Activity | Copy precisely the first line of the material below and every later line, stopping with the line that contains "deviation of filtered".

========================================

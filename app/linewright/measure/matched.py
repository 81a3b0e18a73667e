"""Matched filters along a stretch of samples, their noise and their false alarms."""

from __future__ import annotations

import numpy as np

SIGMA_PER_FWHM = 1.0 / 2.354820045


def gaussian_kernel(fwhm: float) -> np.ndarray:
    """Gaussian of ``fwhm`` samples, peak 1, out to 3 sigma, odd length."""
    sigma = fwhm * SIGMA_PER_FWHM
    half = max(1, int(np.ceil(3.0 * sigma)))
    x = np.arange(-half, half + 1)
    return np.exp(-0.5 * (x / sigma) ** 2)


def curvature_kernel(fwhm: float) -> np.ndarray:
    """Minus the second derivative of a Gaussian, zero sum: blind to level and slope."""
    sigma = fwhm * SIGMA_PER_FWHM
    half = max(2, int(np.ceil(4.0 * sigma)))
    x = np.arange(-half, half + 1) / sigma
    kernel = (1.0 - x**2) * np.exp(-0.5 * x**2)
    return kernel - kernel.mean()


def noise_gain(kernel: np.ndarray, correlation: np.ndarray) -> float:
    """Standard deviation of filtered unit noise with the given autocorrelation."""
    return float(np.sqrt(filtered_correlation(kernel, correlation, 0)))


def filtered_correlation(kernel, correlation, lag: int) -> float:
    """Autocovariance at ``lag`` of unit noise after the filter."""
    own = np.correlate(kernel, kernel, mode="full")
    both = np.r_[correlation[:0:-1], correlation]
    full = np.convolve(own, both)
    middle = len(full) // 2 + lag
    return float(full[middle]) if middle < len(full) else 0.0


def exceed_rate(threshold: float, rho: float) -> float:
    """Up-crossings of ``threshold`` per sample of unit Gaussian noise, neighbours at rho.

    P(z_i < u, z_i+1 >= u) by quadrature: the discrete form of Rice (1945, Bell Syst.
    Tech. J. 24, 46), which holds for coarse sampling too.
    """
    x = threshold + np.linspace(0.0, 8.0, 2001)
    density = np.exp(-0.5 * x**2) / np.sqrt(2.0 * np.pi)
    spread = np.sqrt(max(1.0 - rho**2, 1e-12))
    below = _normal_cdf((threshold - rho * x) / spread)
    return float(np.sum(density * below) * (x[1] - x[0]) - 0.5 * density[0] * below[0] * (x[1] - x[0]))


def _normal_cdf(x):
    from math import erf
    return 0.5 * (1.0 + np.vectorize(erf)(np.asarray(x) / np.sqrt(2.0)))


def expected_false(threshold: float, pieces) -> float:
    """False peaks and troughs expected in noise; pieces: (samples, rho of neighbours)."""
    return float(sum(2.0 * n * exceed_rate(threshold, rho) for n, rho in pieces))


def threshold_for(pieces, wanted: float = 1.0) -> float:
    """Significance at which ``wanted`` false features are expected, at least 3."""
    low, high = 3.0, 8.0
    if expected_false(low, pieces) <= wanted:
        return low
    for _ in range(30):
        middle = 0.5 * (low + high)
        if expected_false(middle, pieces) > wanted:
            low = middle
        else:
            high = middle
    return high


def filtered(y, weight, kernel, gain: float) -> np.ndarray:
    """Signal-to-noise of the kernel's shape at each sample.

    y: (continuum - flux)/continuum with unusable samples filled, shape (n,); weight:
    1/noise, 0 where unusable; gain: noise of the filter on unit noise (noise_gain) over
    its white value, so that correlated noise is respected.
    """
    top = np.convolve(y * weight**2, kernel[::-1], mode="same")
    bottom = np.convolve(weight**2, kernel**2, mode="same")
    return top / np.sqrt(np.maximum(bottom, 1e-300)) / gain
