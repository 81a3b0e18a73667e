"""Orphans: significant features that no catalogue line explains, with what they are not.

Each says where it stands, if that casts doubt on it (in the wing of a far deeper feature, at the
edge of what was searched, among the air's or a molecule's lines), then which lines near it were
weighed and what refused each: the factor of its odds that speaks most against it. Those that
may be a part of another feature, or of an edge, come after the others.
"""

from __future__ import annotations

import numpy as np

from .breakdown import Breakdown, breakdown_of
from .model import Orphan
from .populations import ORIGIN_OF
from .problem import inside
from .velocity import TELLURIC_RANGES

UNEXPLAINED = 0.5
WEIGHED = 3  # lines told of each orphan
RARE, REFUSED = -3.0, -1.0  # ln odds: hardly ever shows; a factor that speaks against
DEEPER, BESIDE = 3.0, 1.0  # times as deep; of both widths together: in the wing of a feature
EDGE = 5.0  # own widths from the end of what was searched
WING, END = "in the wing of", "from the edge of what was searched"
RISES = np.arange(0.0, 8.01, 0.05)  # dex


def rank_orphans(features, claims, solution, catalogue) -> tuple[Orphan, ...]:
    """Features with P(unlisted) above one half, in order of ``in_order``; spikes are none."""
    told = {i: c for i, c in enumerate(claims)}
    return in_order(features, orphans_among(told, features, solution, catalogue))


def in_order(features, orphans) -> tuple[Orphan, ...]:
    """Most significant first, those that may be a part of another feature or of an edge last.

    A feature that stands out of the sum of its neighbours counts by its own fitted depth.
    """
    weight = np.nan_to_num(np.fmin(features.significance, np.abs(features.depth) / features.depth_err))
    weight = dict(zip(features.number.tolist(), weight.tolist()))
    return tuple(sorted(orphans, key=lambda o: (_doubted(o), -weight[o.feature], o.feature)))


def _doubted(orphan: Orphan) -> bool:
    return any(w.startswith(WING) or w.endswith(END) for w in orphan.why.split("; "))


def orphans_among(claims: dict, features, solution, catalogue) -> list[Orphan]:
    """The orphans among some claims, by feature index."""
    rows = [i for i, c in claims.items() if c.p_unlisted > UNEXPLAINED and c.standing != "set aside"]
    near = _nearest(features, solution.problem.entries, catalogue, rows)
    why = _refusals(features, solution, catalogue, rows)
    beside = _beside_all(features, rows, _names(solution, catalogue))
    return [
        Orphan(
            int(features.number[i]), claims[i].p_unlisted, words,
            "; ".join([*wing, *_at_edge(features, solution, i), *_among(features, claims, i), reason]),
        )
        for i, words, wing, reason in zip(rows, near, beside, why)
    ]  # fmt: skip


def _names(solution, catalogue) -> dict[int, str]:
    """Species of the features that have a likely line."""
    likely = np.nonzero(solution.probability > UNEXPLAINED)[0]
    rows = solution.problem.entries.row[solution.entry[likely]]
    names = catalogue.species[rows]
    return {int(f): catalogue.species_names[int(n)] for f, n in zip(solution.feature[likely], names)}


def _beside_all(features, rows, names: dict[int, str]) -> list[list[str]]:
    """For each row whether a far deeper feature of its sign reaches as far, in words."""
    if not rows:
        return []
    around = _within_reach(features, rows)
    return [_beside(features, names, i, others) for i, others in zip(rows, around)]


def _within_reach(features, rows):
    """For each row the features whose widths may reach it."""
    order = np.argsort(features.wave, kind="stable")
    place, width = features.wave[order], np.nan_to_num(features.fwhm)
    reach = BESIDE * (width[rows] + np.max(width, initial=0.0))
    low = np.searchsorted(place, features.wave[rows] - reach)
    high = np.searchsorted(place, features.wave[rows] + reach)
    return [order[a:b] for a, b in zip(low, high)]


def _beside(features, names: dict[int, str], i: int, others) -> list[str]:
    """Says so where a far deeper feature of the same sign reaches as far as this one."""
    gap = np.abs(features.wave[others] - features.wave[i])
    reach = BESIDE * np.nan_to_num(features.fwhm[others] + features.fwhm[i])
    times = np.abs(features.depth[others]) / max(abs(float(features.depth[i])), 1e-9)
    near = (features.sign[others] == features.sign[i]) & (gap < reach)
    near &= np.nan_to_num(times) >= DEEPER
    if not np.any(near):
        return []
    k = int(np.argmax(np.where(near, times, 0.0)))
    named = names.get(int(others[k]), "a feature")
    return [f"{WING} {named} {gap[k]:.2f} Å away, {times[k]:.0f} times as deep"]


def _at_edge(features, solution, i: int) -> list[str]:
    """Says so near the end of what was searched, where the continuum hangs on one side."""
    width = float(np.nan_to_num(features.fwhm[i]))
    away = float(np.min(np.abs(solution.problem.coverage - features.wave[i])))
    return [f"{away:.2f} Å {END}"] if away < EDGE * width else []


def _among(features, claims, i: int) -> list[str]:
    """Says so among lines that no list gives one by one."""
    words = []
    if features.sign[i] > 0 and inside(features.wave[i : i + 1], TELLURIC_RANGES)[0]:
        words.append("where the air absorbs")
    if "in-band" in claims[i].flags.split():
        words.append("inside a molecular band")
    return words


def _nearest(features, entries, catalogue, rows) -> list[str]:
    """The nearest entry of each feature's sign, in words; empty where there is none."""
    out = [""] * len(rows)
    for sign in (1, -1):
        same = np.nonzero(entries.sign == sign)[0]
        mine = [k for k, i in enumerate(rows) if features.sign[i] == sign]
        if len(same) == 0 or not mine:
            continue
        wave, place = features.wave[[rows[k] for k in mine]], entries.wave[same]
        right = np.clip(np.searchsorted(place, wave), 1, max(len(place) - 1, 1))
        left, right = right - 1, np.minimum(right, len(place) - 1)
        closer = np.abs(place[right] - wave) < np.abs(place[left] - wave)
        for k, x, j in zip(mine, wave, same[np.where(closer, right, left)]):
            origin = ORIGIN_OF[int(entries.population[j])]
            name = catalogue.species_of(int(entries.row[j]))
            out[k] = f"{name} ({origin}) {x - entries.wave[j]:+.3f} A away"
    return out


def _refusals(features, solution, catalogue, rows) -> list[str]:
    """Per row the lines that come nearest to explaining it, each with why it does not."""
    wanted = np.full(len(features), -1)
    wanted[rows] = np.arange(len(rows))
    pairs = np.nonzero(wanted[solution.feature] >= 0)[0]
    order = np.lexsort((-solution.probability[pairs], wanted[solution.feature[pairs]]))
    pairs = pairs[order]
    owner = wanted[solution.feature[pairs]]
    first = np.searchsorted(owner, np.arange(len(rows) + 1))
    kept = np.concatenate([np.arange(a, min(b, a + WEIGHED)) for a, b in zip(first, first[1:])]
                          or [np.zeros(0, int)]).astype(int)
    words: list[list[str]] = [[] for _ in rows]
    for k, pair, w in zip(owner[kept], pairs[kept], breakdown_of(solution, pairs[kept])):
        entry = int(solution.entry[pair])
        gap = float(features.wave[solution.feature[pair]] - solution.problem.entries.wave[entry])
        words[k].append(_refusal((_name(solution, catalogue, entry), gap), w, solution, pair))
    return ["; ".join(lines) or "no predicted line within reach" for lines in words]


def _name(solution, catalogue, entry: int) -> str:
    e = solution.problem.entries
    origin = ORIGIN_OF[int(e.population[entry])]
    away = "" if origin == "stellar" else f" ({origin})"
    return f"{catalogue.species_of(int(e.row[entry]))}{away}"


def _refusal(line: tuple[str, float], w: Breakdown, solution, pair: int) -> str:
    """'Fe I is +0.043 Å off, +4.2 sigma', by the factor that speaks most against the line.

    line: its name and the feature's distance, Angstrom.
    """
    name, gap = line
    sigmas = float(solution.offset_sigma[pair])
    place = -0.5 * sigmas**2
    if solution.problem.said is not None and w.free < -100:
        return f"{name} is ruled out by what was said of it"
    worst = min(place, w.show, w.strength, w.free, w.between)
    if worst > REFUSED:
        return f"{name} fits, but not better than an unlisted line"
    if worst == place:
        return f"{name} is {gap:+.3f} Å off, {sigmas:+.1f} sigma"
    if worst == w.free:
        return f"{name} is in place but made another feature"
    if worst == w.between:
        return f"{name} is in place but makes the smaller part of a blend of star and air"
    if worst == w.strength:
        side = "too strong" if w.excess > 0 else "too weak"
        return f"{name} is in place, the feature {abs(w.excess):.1f} dex {side} for it"
    return f"{name} is in place but {_unseen(solution, pair, w.show)}"


def _unseen(solution, pair: int, show: float) -> str:
    """Why a line hardly makes features: its blend is too weak, or it is a small part of it.

    show: ln odds that it does. Too weak by how much: up to the strength at which half of such
    lines show, as far as any do.
    """
    entry = int(solution.entry[pair])
    total, share = solution.groups.total[entry], float(solution.groups.share[entry])
    curve = solution.state.detection[int(solution.problem.entries.population[entry])]
    if share < min(float(curve(total)), 0.5):
        return f"is only {share:.1%} of its blend"
    chance = np.exp(show) / (1.0 + np.exp(show))
    seldom = "hardly ever" if show < RARE else "seldom"
    rising = curve(total + RISES)
    enough = np.nonzero(rising >= 0.5 * rising[-1])[0]
    short = f", {RISES[enough[0]]:.1f} dex too weak" if len(enough) and enough[0] > 0 else ""
    return f"{seldom} strong enough to show ({chance:.1%}{short})"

========================================

Your response |
filename app/linewright/measure/matched.py
repository 81a3b0e18a73667e
"""Matched filters along a stretch of samples, their noise and their false alarms."""

from __future__ import annotations

import numpy as np

SIGMA_PER_FWHM = 1.0 / 2.354820045


def gaussian_kernel(fwhm: float) -> np.ndarray:
    """Gaussian of ``fwhm`` samples, peak 1, out to 3 sigma, odd length."""
    sigma = fwhm * SIGMA_PER_FWHM
    half = max(1, int(np.ceil(3.0 * sigma)))
    x = np.arange(-half, half + 1)
    return np.exp(-0.5 * (x / sigma) ** 2)


def curvature_kernel(fwhm: float) -> np.ndarray:
    """Minus the second derivative of a Gaussian, zero sum: blind to level and slope."""
    sigma = fwhm * SIGMA_PER_FWHM
    half = max(2, int(np.ceil(4.0 * sigma)))
    x = np.arange(-half, half + 1) / sigma
    kernel = (1.0 - x**2) * np.exp(-0.5 * x**2)
    return kernel - kernel.mean()


def noise_gain(kernel: np.ndarray, correlation: np.ndarray) -> float:
    """Standard deviation of filtered unit noise with the given autocorrelation."""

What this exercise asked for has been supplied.